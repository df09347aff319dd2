"""Authorization, SOP, audit, finding and incident workflows: prerequisites, illegal
transitions refused with a clear error, and the history each change leaves."""
from __future__ import annotations

import datetime

import pytest
from django.core.exceptions import PermissionDenied, ValidationError
from django.db.models import ProtectedError
from django.utils import timezone

from registry.models import (
    Audit,
    AuthorizationStatus,
    FindingStatus,
    Incident,
    Person,
    RecordRetainedError,
    SOPStatus,
    TrainingRecord,
)
from registry.services import (
    PrerequisiteError,
    StateError,
    TransitionError,
    audit_answer,
    audit_plan,
    audit_sign_off,
    audit_start,
    authorization_approve,
    authorization_refuse,
    authorization_request,
    authorization_revoke,
    authorization_withdraw,
    finding_close,
    finding_raise,
    incident_close,
    incident_investigate,
    incident_report,
    record_retire,
    sop_acknowledge,
    sop_approve,
    sop_create,
    training_record,
)
from tests import factories

pytestmark = pytest.mark.django_db

TODAY = timezone.localdate()


@pytest.fixture
def lso() -> Person:
    return factories.PersonFactory.create(role="lso", research_group=None)


@pytest.fixture
def researcher() -> Person:
    return factories.PersonFactory.create(role="researcher")


@pytest.fixture
def trainee(researcher: Person) -> Person:
    return factories.PersonFactory.create(role="user", research_group=researcher.research_group, supervisor=researcher)


def approved_sop(laser: factories.Laser, lso: Person) -> factories.SOP:
    return sop_approve(sop=sop_create(laser=laser, title="Routine operation", by=lso), by=lso)


class TestAuthorization:
    def test_approval_is_refused_while_training_and_sop_are_missing(self, lso: Person, researcher: Person,
                                                                    trainee: Person) -> None:
        laser = factories.LaserFactory.create(owner=researcher)
        request = authorization_request(person=trainee, laser=laser, by=researcher)
        with pytest.raises(PrerequisiteError) as raised:
            authorization_approve(authorization=request, by=lso)
        assert raised.value.message_dict["person"] == [
            f"Missing prerequisite: {trainee} has no valid general laser safety training.",
            f"Missing prerequisite: {laser.asset_tag} has no approved SOP.",
        ]
        request.refresh_from_db()
        assert request.status == AuthorizationStatus.REQUESTED

    def test_expired_training_and_an_unread_sop_are_both_missing(self, lso: Person, researcher: Person,
                                                                 trainee: Person) -> None:
        laser = factories.LaserFactory.create(owner=researcher)
        sop = approved_sop(laser, lso)
        factories.TrainingRecordFactory.create(person=trainee, completed_on=TODAY - datetime.timedelta(days=400),
                                               valid_until=TODAY - datetime.timedelta(days=1))
        request = authorization_request(person=trainee, laser=laser, by=researcher)
        with pytest.raises(PrerequisiteError) as raised:
            authorization_approve(authorization=request, by=lso)
        assert raised.value.missing == [f"{trainee} has no valid general laser safety training.",
                                        f"{trainee} has not acknowledged {sop}."]

    def test_approval_succeeds_once_trained_and_the_sop_is_acknowledged(self, lso: Person, researcher: Person,
                                                                        trainee: Person) -> None:
        laser = factories.LaserFactory.create(owner=researcher)
        sop = approved_sop(laser, lso)
        training_record(person=trainee, course="general", completed_on=TODAY, by=lso,
                        valid_until=TODAY + datetime.timedelta(days=365))
        sop_acknowledge(sop=sop, person=trainee)
        request = authorization_request(person=trainee, laser=laser, by=researcher)
        authorization_approve(authorization=request, by=lso, valid_until=TODAY + datetime.timedelta(days=180))
        request.refresh_from_db()
        assert (request.status, request.decided_by) == (AuthorizationStatus.APPROVED, lso)
        assert [row.status for row in request.history.order_by("history_date")] == ["requested", "approved"]

    def test_only_an_lso_approves(self, researcher: Person, trainee: Person) -> None:
        request = authorization_request(person=trainee, laser=factories.LaserFactory.create(), by=researcher)
        with pytest.raises(PermissionDenied):
            authorization_approve(authorization=request, by=researcher)
        request.refresh_from_db()
        assert request.status == AuthorizationStatus.REQUESTED

    def test_a_refusal_needs_a_reason_and_is_final(self, lso: Person, researcher: Person, trainee: Person) -> None:
        request = authorization_request(person=trainee, laser=factories.LaserFactory.create(), by=researcher)
        with pytest.raises(ValidationError) as raised:
            authorization_refuse(authorization=request, by=lso, reason="")
        assert raised.value.message_dict == {"decision_reason": ["A reason for the refusal is required."]}
        authorization_refuse(authorization=request, by=lso, reason="No SOP yet.")
        with pytest.raises(TransitionError) as raised_transition:
            authorization_approve(authorization=request, by=lso)
        assert "cannot go from 'refused' to 'approved'" in raised_transition.value.message_dict["status"][0]
        request.refresh_from_db()
        assert (request.status, request.decision_reason) == (AuthorizationStatus.REFUSED, "No SOP yet.")

    def test_a_withdrawn_request_frees_the_pair_for_a_new_one(self, researcher: Person, trainee: Person) -> None:
        laser = factories.LaserFactory.create()
        first = authorization_request(person=trainee, laser=laser, by=researcher)
        with pytest.raises(ValidationError):
            authorization_request(person=trainee, laser=laser, by=researcher)
        authorization_withdraw(authorization=first, by=researcher)
        second = authorization_request(person=trainee, laser=laser, by=researcher)
        assert second.pk != first.pk
        assert laser.authorizations.count() == 2

    def test_requests_are_for_active_lasers_only(self, researcher: Person, trainee: Person) -> None:
        laser = factories.LaserFactory.create(status="pending_review")
        with pytest.raises(ValidationError) as raised:
            authorization_request(person=trainee, laser=laser, by=researcher)
        assert "active lasers only" in raised.value.message_dict["laser"][0]

    def test_revoking_needs_an_approved_authorization(self, lso: Person, researcher: Person, trainee: Person) -> None:
        request = authorization_request(person=trainee, laser=factories.LaserFactory.create(), by=researcher)
        with pytest.raises(TransitionError):
            authorization_revoke(authorization=request, by=lso, reason="Left the group.")


class TestSOP:
    def test_approving_a_new_version_supersedes_the_old_one(self, lso: Person) -> None:
        laser = factories.LaserFactory.create()
        first = approved_sop(laser, lso)
        second = sop_create(laser=laser, title="Routine operation, revised", by=lso)
        assert second.version == 2
        sop_approve(sop=second, by=lso, review_due=TODAY + datetime.timedelta(days=365))
        first.refresh_from_db()
        second.refresh_from_db()
        assert (first.status, second.status) == (SOPStatus.SUPERSEDED, SOPStatus.APPROVED)

    def test_a_draft_cannot_be_acknowledged(self, lso: Person, trainee: Person) -> None:
        draft = sop_create(laser=factories.LaserFactory.create(), title="Draft", by=lso)
        with pytest.raises(ValidationError) as raised:
            sop_acknowledge(sop=draft, person=trainee)
        assert "only the approved version" in raised.value.message_dict["sop"][0]
        assert draft.acknowledgements.count() == 0

    def test_acknowledging_twice_keeps_one_acknowledgement(self, lso: Person, trainee: Person) -> None:
        sop = approved_sop(factories.LaserFactory.create(), lso)
        first = sop_acknowledge(sop=sop, person=trainee)
        assert sop_acknowledge(sop=sop, person=trainee) == first
        assert sop.acknowledgements.count() == 1

    def test_an_approved_sop_cannot_be_approved_again(self, lso: Person) -> None:
        sop = approved_sop(factories.LaserFactory.create(), lso)
        with pytest.raises(TransitionError):
            sop_approve(sop=sop, by=lso)


class TestAudit:
    @pytest.fixture
    def audit(self, lso: Person) -> Audit:
        return audit_plan(reference="AUD-1", scope="location", location=factories.LocationFactory.create(),
                          auditor=lso, planned_on=TODAY, by=lso,
                          questions=["Is the warning light working?", "Is eyewear available?"])

    def test_a_planned_audit_cannot_be_signed_off(self, audit: Audit, lso: Person) -> None:
        with pytest.raises(TransitionError) as raised:
            audit_sign_off(audit=audit, by=lso)
        assert "cannot go from 'planned' to 'signed_off'" in raised.value.message_dict["status"][0]

    def test_sign_off_waits_for_every_answer(self, audit: Audit, lso: Person) -> None:
        audit_start(audit=audit, by=lso)
        first, second = audit.checklist.order_by("position")
        audit_answer(item=first, answer="pass", by=lso)
        with pytest.raises(ValidationError) as raised:
            audit_sign_off(audit=audit, by=lso)
        assert raised.value.message_dict == {"checklist": ["AUD-1 has unanswered checklist items: #2."]}
        audit_answer(item=second, answer="fail", comment="Two goggles scratched.", by=lso,
                     finding={"severity": "minor", "corrective_action": "Replace both.", "owner": lso,
                              "due_on": TODAY})
        audit_sign_off(audit=audit, by=lso, summary="Fine apart from eyewear.")
        audit.refresh_from_db()
        assert audit.status == "signed_off"
        assert audit.signed_off_by == lso

    def test_findings_are_raised_during_the_audit_and_closed_with_evidence(self, audit: Audit, lso: Person,
                                                                           researcher: Person) -> None:
        with pytest.raises(ValidationError, match="only while it is in progress"):
            finding_raise(audit=audit, severity="minor", description="Scratched goggles.", owner=researcher, by=lso)
        audit_start(audit=audit, by=lso)
        finding = finding_raise(audit=audit, severity="minor", description="Scratched goggles.", owner=researcher,
                                by=lso)
        with pytest.raises(ValidationError) as raised:
            finding_close(finding=finding, by=researcher, evidence=" ")
        assert raised.value.message_dict == {"closure_evidence": ["Evidence of the correction is required."]}
        finding_close(finding=finding, by=researcher, evidence="Replaced; receipt in the lab file.")
        finding.refresh_from_db()
        assert (finding.status, finding.closed_by) == (FindingStatus.CLOSED, researcher)
        with pytest.raises(TransitionError):
            finding_close(finding=finding, by=researcher, evidence="again")
        assert finding.history.count() == 2


class TestIncident:
    def test_an_incident_is_investigated_then_closed_with_its_follow_up(self, lso: Person, trainee: Person) -> None:
        incident = incident_report(reference="INC-9", kind="near_miss", occurred_at=timezone.now(),
                                   description="Reflection off a watch.", reported_by=trainee,
                                   people_involved=[trainee])
        incident_investigate(incident=incident, by=lso)
        with pytest.raises(ValidationError):
            incident_close(incident=incident, by=lso, follow_up="")
        incident_close(incident=incident, by=lso, follow_up="Jewellery rule added to the SOP.")
        incident.refresh_from_db()
        assert incident.status == "closed"
        assert list(incident.people_involved.all()) == [trainee]
        with pytest.raises(TransitionError):
            incident_investigate(incident=incident, by=lso)


class TestRetirement:
    def test_compliance_records_are_retired_not_deleted(self, lso: Person, trainee: Person) -> None:
        record = factories.TrainingRecordFactory.create(person=trainee)
        with pytest.raises(RecordRetainedError):
            record.delete()
        with pytest.raises(RecordRetainedError):
            TrainingRecord.objects.all().delete()
        record_retire(record=record, by=lso, reason="Entered twice.")
        record.refresh_from_db()
        assert record.is_retired
        assert record.retirement_reason == "Entered twice."
        with pytest.raises(StateError, match="was retired on .*; a retired record is read-only"):
            record_retire(record=record, by=lso, reason="again")

    @pytest.mark.parametrize("factory_class", [
        factories.AuthorizationFactory, factories.SOPFactory, factories.AuditFactory, factories.FindingFactory,
        factories.IncidentFactory, factories.EyewearFactory, factories.SOPAcknowledgementFactory,
        factories.AuditChecklistItemFactory,
    ])
    def test_no_compliance_record_can_be_deleted(self, factory_class: type) -> None:
        record = factory_class.create()
        with pytest.raises(RecordRetainedError):
            record.delete()
        assert type(record).objects.filter(pk=record.pk).exists()

    def test_referenced_people_are_protected(self, trainee: Person) -> None:
        factories.TrainingRecordFactory.create(person=trainee)
        with pytest.raises(ProtectedError):
            trainee.delete()
        assert Person.objects.filter(pk=trainee.pk).exists()


def test_incident_history_records_who_reported(trainee: Person) -> None:
    incident_report(reference="INC-10", kind="exposure", occurred_at=timezone.now(), description="Brief glint.",
                    reported_by=trainee)
    row = Incident.history.get(reference="INC-10")
    assert (row.history_type, row.history_user) == ("+", trainee.user)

##########

Instructions for the task »
Looking at the data above, report how many of its lines include the word "days". The number alone is the answer.

Solution »
5